Analytics Service data pipeline and training a model - sedgewickmm18/mmfunctions GitHub Wiki
Introduction
The AS pipeline is designed to work with new data, i.e. data it hasn't seen before: jobs are run periodically, pick up new data and perform desired computations.
This approach works quite fine for computations not depending on order or historic data, for example to determine operational hours which is mostly a sum. It won't work for operations that
- do not satisfy the associative law
- require more data than presented in a single run and
- need specific data, i.e. data from a particular time frame.
backtracking
allows to pull in more than the most recent data to cope with "stragglers", i.e. events that come late. This would address requirements (1) and (2) but not (3) and it comes at a cost because more data needs to be pulled out and passed to all functions active for the particular entity type.
Training a model is a one-time effort that requires (2) and (3):
You need much more data for training than for predicting and you need to select training data carefully. Furthermore training is a one time effort. Do it once and only redo it if there are significant changes, for example when a piece of equipment is replaced.

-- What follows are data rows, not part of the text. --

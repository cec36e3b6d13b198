//! Whose turn it is: shares of evaluations kept by largest deficit.
//!
//! Shares are of evaluations, not of tasks, since a hop costs fewer of them than a descent from a uniform start. What
//! is under way counts with its expected cost, so that a round does not give every place to the same heuristic.

use super::settings::{Heuristic, Mix};

const COUNT: usize = Heuristic::ALL.len();

/// The account of evaluations by heuristic.
#[derive(Clone, Debug)]
pub struct Schedule {
    share: [f64; COUNT],
    spent: [u64; COUNT],
    descents: [u64; COUNT],
    pending: [u64; COUNT],
}

impl Schedule {
    /// An account in which the survey has the given share and the mix the rest.
    pub fn new(mix: &Mix, survey: f64) -> Self {
        let mut share = [0.0; COUNT];
        share[Heuristic::Survey.number()] = survey;
        for &(heuristic, part) in mix.members() {
            share[heuristic.number()] = part * (1.0 - survey);
        }
        Schedule { share, spent: [0; COUNT], descents: [0; COUNT], pending: [0; COUNT] }
    }

    /// The heuristic that is farthest below its share, counting what is under way; ties go to the first.
    pub fn next(&self) -> Heuristic {
        let expected: Vec<f64> = Heuristic::ALL.iter().map(|&heuristic| self.expected(heuristic)).collect();
        let total: f64 = Heuristic::ALL
            .iter()
            .filter(|heuristic| self.share[heuristic.number()] > 0.0)
            .map(|heuristic| expected[heuristic.number()])
            .sum();
        let deficit = |heuristic: Heuristic| {
            let number = heuristic.number();
            // The next task's own cost is added, so that a share is aimed at rather than passed each time.
            self.share[number] * (total + self.usual_cost(heuristic)) - expected[number]
        };
        let mut best = (f64::NEG_INFINITY, Heuristic::Survey);
        for heuristic in Heuristic::ALL.into_iter().filter(|heuristic| self.share[heuristic.number()] > 0.0) {
            if deficit(heuristic) > best.0 {
                best = (deficit(heuristic), heuristic);
            }
        }
        best.1
    }

    /// A task of the heuristic is under way.
    pub fn begin(&mut self, heuristic: Heuristic) {
        self.pending[heuristic.number()] += 1;
    }

    /// A task of the heuristic has ended.
    pub fn end(&mut self, heuristic: Heuristic, evaluations: u64) {
        let number = heuristic.number();
        self.pending[number] -= 1;
        self.spent[number] += evaluations;
        self.descents[number] += 1;
    }

    /// Evaluations of ended tasks, in the order of [`Heuristic::ALL`].
    pub fn spent(&self) -> [u64; COUNT] {
        self.spent
    }

    /// Ended tasks, in the order of [`Heuristic::ALL`].
    pub fn descents(&self) -> [u64; COUNT] {
        self.descents
    }

    /// What one task costs: the heuristic's own mean, or that of all, or a guess.
    pub fn usual_cost(&self, heuristic: Heuristic) -> f64 {
        let mean = |spent: u64, descents: u64| spent as f64 / descents as f64;
        let number = heuristic.number();
        match (self.descents[number], self.descents.iter().sum::<u64>()) {
            (0, 0) => 100.0,
            (0, all) => mean(self.spent.iter().sum(), all),
            (own, _) => mean(self.spent[number], own),
        }
    }

    /// Evaluations that the tasks under way are expected to take.
    pub fn under_way(&self) -> f64 {
        Heuristic::ALL
            .iter()
            .map(|&heuristic| self.pending[heuristic.number()] as f64 * self.usual_cost(heuristic))
            .sum()
    }

    fn expected(&self, heuristic: Heuristic) -> f64 {
        let number = heuristic.number();
        self.spent[number] as f64 + self.pending[number] as f64 * self.usual_cost(heuristic)
    }
}

#[cfg(test)]
mod tests {
    use super::*;

    /// Whatever the costs of the tasks, the evaluations end near their shares.
    #[test]
    fn shares_are_of_evaluations() {
        let mix = Mix::read("hop:0.75,multistart:0.25").unwrap();
        let mut schedule = Schedule::new(&mix, 0.2);
        for _ in 0..3000 {
            let heuristic = schedule.next();
            schedule.begin(heuristic);
            let cost = match heuristic {
                Heuristic::Hop => 40,
                Heuristic::Multistart => 160,
                _ => 150,
            };
            schedule.end(heuristic, cost);
        }
        let spent = schedule.spent();
        let total: u64 = spent.iter().sum();
        let share = |heuristic: Heuristic| spent[heuristic.number()] as f64 / total as f64;
        assert!((share(Heuristic::Survey) - 0.2).abs() < 0.01);
        assert!((share(Heuristic::Hop) - 0.6).abs() < 0.01);
        assert!((share(Heuristic::Multistart) - 0.2).abs() < 0.01);
    }

    #[test]
    fn one_round_is_shared_out_too() {
        let mut schedule = Schedule::new(&Mix::default(), 0.2);
        let mut counts = [0; COUNT];
        for _ in 0..20 {
            let heuristic = schedule.next();
            schedule.begin(heuristic);
            counts[heuristic.number()] += 1;
        }
        assert_eq!(counts[Heuristic::Survey.number()], 4);
        assert_eq!(counts[Heuristic::Given.number()], 0);
    }
}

As a result model training should be handled outside of the regular periodic job scheduling. Approaches like asynchronous job execution has been proposed to address model training.
Poor man's approach to model training
Mike A. provided a set of functions called estimators based on gradient boosted regression. He rolled model training, model evaluation with cross validation, saving a trained model to Cloud Object Store, and finally predicting with trained model into a single piece of code.
We could take advantage of the estimator group of functions if we could instantiate an estimator and provide it with its intended training data.
The following notebook shows how to instantiate a local pipeline connected to a tenant's database.
It sets up a dummy entity type to access training data by columns: in the example above we try to predict temperature from pressure and store the predicting in column "predict".
Executing the pipeline/job controller instance pulls the training data from the database for the specific time frame.
It then trains a couple of models with different hyperparameters from it and stores the best model in the tenant's cloud object store bucket from where it will be pulled for the regular periodic pipeline runs.
Here a snippet from the job log output showing model training and the first steps of cross validation
Short term approach
I propose to turn the notebook above into a line command that asks for parameters like time frame, sets up the environment and drives model training locally. Code and supporting library would be shipped as a self-sufficient docker container.
Longer term approach
Longer term we should provide a REST call to schedule one time jobs (as opposed to the regular periodic cron jobs). There should be an extension to the function's ui class to equip the one time job with parameters, for example the time frame for the data, and when to actually run the training job, for example based on the kubernetes cluster's CPU and memory load. With these additional parameter templates the dashboard could prompt users for the regular parameters used to predict as well as for one time parameters used to train.